Hope you get good results

To add. I wish they would restart face to face consults. the lady I spoke to had a very strong accent and i found it really hard to understand her. If you have face to face you can lip read and it really helps in this situation

@thereisonlyoneofme I'm pleased you have got your CT reorganised, what a worry that must have been for you. I'm sorry your CA125 is still up, I get my results for that tomorrow and mine was up 3 points last month. How have they concluded you have Diabetes without a test?

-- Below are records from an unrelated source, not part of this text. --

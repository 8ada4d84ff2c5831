/* twinhorizon: linear stability of sonic horizon pairs in Bose-Einstein condensates
 * SPDX-License-Identifier: GPL-3.0-or-later
 *
 * Newton's method for stationary flows on elements, see stationary.h for equation (1). May call:
 * gll, trap, state, status, GSL's band factors.
 *
 * Weak form on continuous elements with the nodes as quadrature points: for every node i
 *     R_i = [a' l_i] - Int a' l_i' - Int 2 (V + H) a l_i = 0,
 * a' = k (a - 1) at the far left end, a' = -k_d (a - a_d) at the far right one, a' = 0 where half
 * of the problem ends. dR/da adds the local term 2 (V + H) + 4 (c^2 - v^2). An unknown depth is
 * eliminated by a second right-hand side.
 * Symbols: as stationary.h; k decay rate of a tail, L half length of an element, w weights.
 * Proved by tests/test_potential.c. */
#include "stationary.h"

#include <float.h>
#include <gsl/gsl_integration.h>
#include <gsl/gsl_linalg.h>
#include <math.h>
#include <string.h>

#include "../alloc.h"

/* Tails go on until exp(-k x) is this: below rounding of what it is added to. */
#define TAIL 1e-17
/* An element is this part of the distance over which the solution or the potential varies: poles
 * of tanh and of the soliton then lie so far off that order 16 is exact to rounding. */
#define PART 0.6
/* Largest part of a that one step may take away. */
#define DAMP 0.5
enum { ROUNDS = 60, REFINEMENTS = 4 };
/* Elements at most: 64000 unknowns are a second and 30 MB for each step of Newton's method. */
enum { ELEMENTS_MAX = 4000 };
/* A step below this part of a is rounding; it is made, and ends the iteration. */
#define SETTLED 1e-11

double th_upstream_excess(const th_upstream *up, double rho)
{
    const double n_u = up->state.n_u;

    /* (1/rho^2 - 1) without cancellation near 1 */
    return th_state_mu(&up->state, n_u * rho) - th_state_mu(&up->state, n_u) +
           up->v_u * up->v_u / 2 * (1 - rho) * (1 + rho) / (rho * rho);
}

double th_upstream_room(const th_upstream *up, double rho)
{
    const double c = th_state_sound(&up->state, up->state.n_u * rho), v = up->v_u / rho;

    return (c - v) * (c + v);
}

double th_upstream_orbit(const th_upstream *up, double rho)
{
    /* (a')^2 = 2 Int_1^rho H; the integral of h(n) - h(n_u) is (n - n_u)^2 times
     * 2 c_u^2 r_u (2 r + r_u)/(3 n_u (r + r_u)^2), r = sqrt(1 + 4 a n) */
    const double r_u = sqrt(1 + 4 * up->state.a * up->state.n_u);
    const double r = sqrt(1 + 4 * up->state.a * up->state.n_u * rho), c_u = up->state.c_u;

    return 4 * c_u * c_u * r_u * (2 * r + r_u) / (3 * (r + r_u) * (r + r_u)) -
           up->v_u * up->v_u / rho;
}

/* Zero of a function that grows from below to above zero between low and high. */
static double bisect(const th_upstream *up, double (*f)(const th_upstream *, double), double shift,
                     double low, double high)
{
    for (int i = 0; i < 200 && low < high; i++) {
        const double middle = low + (high - low) / 2;

        if (middle <= low || middle >= high)
            break;
        if (f(up, middle) + shift < 0)
            low = middle;
        else
            high = middle;
    }
    return low + (high - low) / 2;
}

double th_upstream_bottom(const th_upstream *up)
{
    return bisect(up, th_upstream_orbit, 0, 0, 1);
}

static double minus_excess(const th_upstream *up, double rho)
{
    return -th_upstream_excess(up, rho);
}

double th_upstream_uniform(const th_upstream *up, double v, bool subsonic)
{
    /* H falls to its least value where v = c and grows from there */
    const double sonic = bisect(up, th_upstream_room, 0, 0, 1);
    double far = 2;

    if (v + th_upstream_excess(up, sonic) > 0)
        return 0;
    if (!subsonic)
        return bisect(up, minus_excess, -v, 0, sonic);
    while (v + th_upstream_excess(up, far) < 0 && far < DBL_MAX / 4)
        far *= 2;
    return bisect(up, th_upstream_excess, v, sonic, far);
}

/* ---- elements -------------------------------------------------------------------------------- */

/* How long an element at x may be: near features their width or the solution's length, growing
 * away from them, up to a healing length. */
static double longest(const th_stationary *s, double scale, double x)
{
    const double healing = 1 / s->up.state.c_u;
    double length = 1.5 * healing;

    for (int i = 0; i < s->trap->features; i++) {
        const th_feature *f = &s->trap->feature[i];
        const double own = f->width > 0 ? fmin(f->width, scale) : scale;

        length = fmin(length, fmax(own, 0.5 * fabs(x - f->x)));
    }
    if (x > s->trap->edge[0] && x < s->trap->edge[s->trap->pieces])
        length = fmin(length, scale);
    return PART * length;
}

/* Cut [from, to] of one piece; counts only when at == NULL. */
static int cut(const th_stationary *s, double scale, double from, double to, double *at)
{
    int n = 0;
    double x = from;

    while (x < to && n <= ELEMENTS_MAX) {
        double length = fmin(longest(s, scale, x), longest(s, scale, x + longest(s, scale, x)));
        const double stop = fmin(to, th_trap_next_cut(s->trap, x));
        double next = x + length;

        if (next > stop - 0.3 * length)
            next = stop;
        n++;
        if (at != NULL)
            at[n] = next;
        x = next;
    }
    return n;
}

/* Decay rate k at the uniform density rho; 0 where it is supersonic. */
static double decay(const th_upstream *up, double rho)
{
    const double room = th_upstream_room(up, rho);

    return room > 0 ? 2 * sqrt(room) : 0;
}

th_status th_stationary_create(const th_trap *trap, const th_upstream *up, bool half, double end,
                               double scale, const th_gll *rule, th_stationary *out, th_error *err)
{
    double stop[TH_TRAP_PIECES_MAX + 3];
    int piece[TH_TRAP_PIECES_MAX + 2], stretches = 0, total = 0, n = 0;
    size_t nodes;

    *out = (th_stationary){
        .trap = trap, .up = *up, .half = half, .end = end, .scale = scale, .rule = rule};
    stop[0] = trap->edge[0] + log(TAIL) / decay(up, 1);
    for (int p = -1; p <= trap->pieces; p++) {
        double to = p < trap->pieces     ? trap->edge[p + 1]
                    : decay(up, end) > 0 ? trap->edge[trap->pieces] - log(TAIL) / decay(up, end)
                                         : trap->edge[trap->pieces];

        if (half && to >= th_trap_plateau(trap))
            to = th_trap_plateau(trap);
        if (!(to > stop[stretches]))
            continue;
        piece[stretches] = p;
        stop[++stretches] = to;
    }
    for (int i = 0; i < stretches; i++) {
        const double least = (stop[i + 1] - stop[i]) / (PART * 1.5 / up->state.c_u);

        /* a lower bound first: counting alone could take for ever */
        if (least > ELEMENTS_MAX)
            total = ELEMENTS_MAX + 1;
        if (total <= ELEMENTS_MAX)
            total += cut(out, scale, stop[i], stop[i + 1], NULL);
    }
    if (total > ELEMENTS_MAX)
        return th_fail_key(err, TH_EINVAL, "mach",
                           "the flow varies over %.2g healing lengths, so that it needs more than "
                           "%d elements; %s or a shorter potential needs fewer",
                           scale * up->state.c_u, (int)ELEMENTS_MAX,
                           scale * up->state.c_u > 1 ? "a Mach number farther from 1"
                                                     : "a larger Mach number");
    nodes = (size_t)total * (size_t)rule->order + 1;
    out->elements = total;
    out->at = th_alloc((size_t)total + 1, sizeof *out->at);
    out->piece = th_alloc((size_t)total, sizeof *out->piece);
    out->a = th_alloc(nodes, sizeof *out->a);
    out->da = th_alloc(nodes + (size_t)total, sizeof *out->da);
    if (out->at == NULL || out->piece == NULL || out->a == NULL || out->da == NULL)
        return th_fail(err, TH_ENOMEM, "potential: %d elements", total);
    out->at[0] = stop[0];
    for (int i = 0; i < stretches; i++) {
        const int here = cut(out, scale, stop[i], stop[i + 1], out->at + n);

        for (int k = 0; k < here; k++)
            out->piece[n + k] = piece[i];
        n += here;
    }
    return TH_OK;
}

void th_stationary_clear(th_stationary *s)
{
    free(s->at);
    free(s->piece);
    free(s->a);
    free(s->da);
    s->at = s->a = s->da = NULL;
    s->piece = NULL;
}

double th_stationary_node(const th_stationary *s, int e, int j)
{
    const double half = (s->at[e + 1] - s->at[e]) / 2;

    return j == s->rule->order ? s->at[e + 1] : s->at[e] + half * (1 + s->rule->node[j]);
}

/* ---- Newton ---------------------------------------------------------------------------------- */

typedef struct {
    int size, band;
    gsl_matrix *ab; /* [size][3 band + 1]: row j holds column j of the matrix */
    gsl_vector_uint *pivot;
    gsl_vector *r, *g; /* residual; derivative by the depth */
} newton;

static void newton_clear(newton *w)
{
    gsl_matrix_free(w->ab);
    gsl_vector_uint_free(w->pivot);
    gsl_vector_free(w->r);
    gsl_vector_free(w->g);
}

static th_status newton_make(const th_stationary *s, newton *w, th_error *err)
{
    const size_t band = (size_t)s->rule->order;
    const size_t size = (size_t)s->elements * band + 1;

    *w = (newton){.size = (int)size, .band = (int)band};
    w->ab = gsl_matrix_alloc(size, 3 * band + 1);
    w->pivot = gsl_vector_uint_alloc(size);
    w->r = gsl_vector_alloc(size);
    w->g = gsl_vector_alloc(size);
    if (w->ab == NULL || w->pivot == NULL || w->r == NULL || w->g == NULL)
        return th_fail(err, TH_ENOMEM, "potential: a band matrix of %zu unknowns", size);
    return TH_OK;
}

static void add(newton *w, int row, int column, double value)
{
    double *place = gsl_matrix_ptr(w->ab, (size_t)column, (size_t)(2 * w->band + row - column));

    *place += value;
}

/* Residual, Jacobian and derivative by the depth at the current values. */
static void assemble(const th_stationary *s, newton *w)
{
    const th_gll *rule = s->rule;
    const int p = rule->order, last = w->size - 1;
    const double a_d = sqrt(s->end), k = decay(&s->up, 1), k_d = decay(&s->up, s->end);

    gsl_matrix_set_zero(w->ab);
    gsl_vector_set_zero(w->r);
    gsl_vector_set_zero(w->g);
    for (int e = 0; e < s->elements; e++) {
        const double half = (s->at[e + 1] - s->at[e]) / 2;
        const double *a = s->a + e * p;

        for (int q = 0; q <= p; q++) {
            const double form = th_trap_value(s->trap, s->piece[e], th_stationary_node(s, e, q));
            const double rho = a[q] * a[q], weight = rule->weight[q] * half;
            const double local = 2 * (s->depth * form + th_upstream_excess(&s->up, rho));
            double slope = 0;

            *gsl_vector_ptr(w->r, (size_t)(e * p + q)) -= weight * local * a[q];
            *gsl_vector_ptr(w->g, (size_t)(e * p + q)) -= weight * 2 * form * a[q];
            add(w, e * p + q, e * p + q, -weight * (local + 4 * th_upstream_room(&s->up, rho)));
            for (int j = 0; j <= p; j++)
                slope += rule->slope[q][j] * a[j];
            for (int i = 0; i <= p; i++) {
                const double part = rule->weight[q] / half * rule->slope[q][i];

                *gsl_vector_ptr(w->r, (size_t)(e * p + i)) -= part * slope;
                for (int j = 0; j <= p; j++)
                    add(w, e * p + i, e * p + j, -part * rule->slope[q][j]);
            }
        }
    }
    *gsl_vector_ptr(w->r, 0) -= k * (s->a[0] - 1);
    add(w, 0, 0, -k);
    if (!s->half) {
        *gsl_vector_ptr(w->r, (size_t)last) -= k_d * (s->a[last] - a_d);
        add(w, last, last, -k_d);
    }
}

I wonder if it was a data inputting error possibly? Recently, I had a coded entry on my NHS GP record on a certain date for a reminder about a flu jab and also an update to my non-smoking status that I was now apparently a casual smoker, both inputted at the same time! I've never smoked in my life so this was clearly someone hitting the wrong button (and I've now had removed) but it made me wonder what else goes on our files which we don't have sight of.

I find the face-to-face appointments are more productive in terms of the way the conversation flows.

Is a movement of a couple of points of CA125 significant, or is this just within the normal variability? Especially if it's under the cut off point. I can appreciate it's probably impossible to know for any individual and it's anxiety provoking in any case. I'm waiting for my updated measure after chemo 3, although it was only 4 before I started so it's not got much potential to go down.

Hello everybody - and welcome to new faces, and my sympathies to everyone having a tough time.

I've been lurking for the last 10 days, having been so consumed by anxiety about my scan results I couldn't face posting. I'm very relieved to have had good news today. I was expecting a results appointment later in the week, but my BCN called to let me know my liver MRI was clear (two anomalies/lesions which are both benign). As much as the result itself, I'm also very pleased to have dodged the emotional build up to another results appointment. So I am good to start chemo, with an appointment next week, assuming bloods and ECG are all clear, and I don't catch covid in the meantime. One welcome side effect of the false alarm has been that I am positively relieved to be able to start my next phase of treatment, however gruelling, and feel much more positive than I did when I first heard what the treatment plan was. Thank you to everyone who kindly offered reassurance when I was so upset about the initial CT results.